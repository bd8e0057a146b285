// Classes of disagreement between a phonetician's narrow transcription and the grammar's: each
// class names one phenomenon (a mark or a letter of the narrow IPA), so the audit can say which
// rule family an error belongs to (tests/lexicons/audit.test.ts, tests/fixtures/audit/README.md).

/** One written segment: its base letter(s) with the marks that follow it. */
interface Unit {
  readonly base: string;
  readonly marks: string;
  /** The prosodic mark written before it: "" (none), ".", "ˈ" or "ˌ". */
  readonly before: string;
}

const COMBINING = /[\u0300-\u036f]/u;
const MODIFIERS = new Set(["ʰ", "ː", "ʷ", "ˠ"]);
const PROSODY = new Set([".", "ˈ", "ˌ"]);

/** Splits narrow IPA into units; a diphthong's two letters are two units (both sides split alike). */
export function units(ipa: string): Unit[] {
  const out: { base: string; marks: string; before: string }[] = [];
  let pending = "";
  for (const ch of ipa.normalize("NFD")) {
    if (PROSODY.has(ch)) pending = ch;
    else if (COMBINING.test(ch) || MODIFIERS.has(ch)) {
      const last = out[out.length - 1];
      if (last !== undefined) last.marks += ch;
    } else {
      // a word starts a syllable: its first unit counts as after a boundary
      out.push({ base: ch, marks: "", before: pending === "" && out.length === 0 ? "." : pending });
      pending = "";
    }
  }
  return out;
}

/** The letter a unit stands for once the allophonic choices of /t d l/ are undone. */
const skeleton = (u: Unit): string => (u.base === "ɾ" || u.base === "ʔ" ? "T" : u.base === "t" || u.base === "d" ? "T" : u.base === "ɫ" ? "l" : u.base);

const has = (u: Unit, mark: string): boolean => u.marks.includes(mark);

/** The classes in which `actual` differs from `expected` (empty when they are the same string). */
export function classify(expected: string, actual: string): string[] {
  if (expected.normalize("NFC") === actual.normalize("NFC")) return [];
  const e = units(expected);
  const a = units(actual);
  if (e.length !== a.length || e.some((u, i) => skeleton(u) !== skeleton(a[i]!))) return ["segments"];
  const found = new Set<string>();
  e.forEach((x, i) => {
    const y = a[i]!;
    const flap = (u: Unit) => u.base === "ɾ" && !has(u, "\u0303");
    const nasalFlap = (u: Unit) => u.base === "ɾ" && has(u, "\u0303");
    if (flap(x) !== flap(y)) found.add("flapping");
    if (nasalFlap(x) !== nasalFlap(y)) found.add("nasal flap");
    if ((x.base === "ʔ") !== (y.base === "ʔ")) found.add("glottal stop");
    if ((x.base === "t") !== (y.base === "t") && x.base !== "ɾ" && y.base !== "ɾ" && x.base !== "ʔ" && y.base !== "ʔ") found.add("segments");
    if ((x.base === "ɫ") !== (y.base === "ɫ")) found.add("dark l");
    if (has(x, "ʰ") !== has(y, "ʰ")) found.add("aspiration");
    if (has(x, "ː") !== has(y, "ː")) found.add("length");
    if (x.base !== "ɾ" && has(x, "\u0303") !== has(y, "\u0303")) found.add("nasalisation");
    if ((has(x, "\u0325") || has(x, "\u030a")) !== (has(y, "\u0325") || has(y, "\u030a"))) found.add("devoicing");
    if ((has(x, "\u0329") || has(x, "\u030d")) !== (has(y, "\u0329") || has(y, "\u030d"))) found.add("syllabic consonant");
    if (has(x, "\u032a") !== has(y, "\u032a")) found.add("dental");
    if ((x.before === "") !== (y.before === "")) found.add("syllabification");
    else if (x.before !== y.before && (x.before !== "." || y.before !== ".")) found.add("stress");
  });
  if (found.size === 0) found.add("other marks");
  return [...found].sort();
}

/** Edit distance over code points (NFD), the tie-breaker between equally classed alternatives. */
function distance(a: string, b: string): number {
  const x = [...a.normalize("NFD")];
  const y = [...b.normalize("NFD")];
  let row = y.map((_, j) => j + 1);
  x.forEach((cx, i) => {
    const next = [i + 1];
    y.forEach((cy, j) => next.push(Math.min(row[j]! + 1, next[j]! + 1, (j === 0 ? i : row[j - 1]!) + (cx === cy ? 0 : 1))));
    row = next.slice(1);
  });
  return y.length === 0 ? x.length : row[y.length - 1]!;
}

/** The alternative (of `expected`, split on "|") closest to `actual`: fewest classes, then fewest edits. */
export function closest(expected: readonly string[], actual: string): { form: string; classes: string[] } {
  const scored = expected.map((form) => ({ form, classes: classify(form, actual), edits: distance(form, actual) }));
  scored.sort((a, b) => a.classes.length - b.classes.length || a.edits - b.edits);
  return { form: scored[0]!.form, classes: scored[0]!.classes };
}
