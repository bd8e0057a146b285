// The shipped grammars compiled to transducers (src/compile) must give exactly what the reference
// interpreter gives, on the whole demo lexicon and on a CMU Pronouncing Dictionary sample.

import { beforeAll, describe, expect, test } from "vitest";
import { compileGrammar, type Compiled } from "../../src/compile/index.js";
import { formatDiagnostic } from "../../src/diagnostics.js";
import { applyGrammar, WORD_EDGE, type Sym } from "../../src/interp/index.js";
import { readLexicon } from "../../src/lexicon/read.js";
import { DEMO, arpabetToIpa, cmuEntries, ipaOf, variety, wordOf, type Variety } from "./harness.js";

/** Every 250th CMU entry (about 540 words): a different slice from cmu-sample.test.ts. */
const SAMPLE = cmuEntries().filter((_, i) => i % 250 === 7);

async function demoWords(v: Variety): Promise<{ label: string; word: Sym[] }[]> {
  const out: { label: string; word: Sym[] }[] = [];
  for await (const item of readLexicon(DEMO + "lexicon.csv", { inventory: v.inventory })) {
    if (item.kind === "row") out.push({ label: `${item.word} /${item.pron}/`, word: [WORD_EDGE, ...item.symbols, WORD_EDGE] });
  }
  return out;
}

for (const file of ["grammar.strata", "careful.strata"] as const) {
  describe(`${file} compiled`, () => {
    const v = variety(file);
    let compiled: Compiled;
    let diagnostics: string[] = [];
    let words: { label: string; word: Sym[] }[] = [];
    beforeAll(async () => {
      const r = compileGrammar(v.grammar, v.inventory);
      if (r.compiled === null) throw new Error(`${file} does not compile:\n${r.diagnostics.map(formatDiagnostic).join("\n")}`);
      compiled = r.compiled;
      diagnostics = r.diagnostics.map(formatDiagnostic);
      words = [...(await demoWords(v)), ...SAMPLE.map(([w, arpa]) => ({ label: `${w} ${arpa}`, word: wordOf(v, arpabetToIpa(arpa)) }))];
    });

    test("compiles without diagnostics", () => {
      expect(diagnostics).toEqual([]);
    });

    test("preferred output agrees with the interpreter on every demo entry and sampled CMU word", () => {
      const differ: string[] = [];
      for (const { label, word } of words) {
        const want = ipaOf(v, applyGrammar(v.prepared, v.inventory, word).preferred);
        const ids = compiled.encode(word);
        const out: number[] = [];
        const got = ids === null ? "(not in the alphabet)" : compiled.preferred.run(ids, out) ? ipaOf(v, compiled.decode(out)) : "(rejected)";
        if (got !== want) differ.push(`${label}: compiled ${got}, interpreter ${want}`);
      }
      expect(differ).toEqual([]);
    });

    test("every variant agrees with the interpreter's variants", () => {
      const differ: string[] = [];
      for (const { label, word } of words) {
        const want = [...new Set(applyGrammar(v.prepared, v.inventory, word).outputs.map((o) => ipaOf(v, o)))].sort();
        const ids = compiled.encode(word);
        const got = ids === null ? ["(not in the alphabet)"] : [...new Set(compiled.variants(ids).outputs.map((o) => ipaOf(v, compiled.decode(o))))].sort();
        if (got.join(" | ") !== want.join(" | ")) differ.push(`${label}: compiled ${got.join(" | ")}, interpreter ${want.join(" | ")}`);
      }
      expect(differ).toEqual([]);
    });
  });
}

===

*TASK OBJECTIVE*: A single number is the whole answer: how many lines of the records contain the word "next".

*TASK OUTPUT*: 3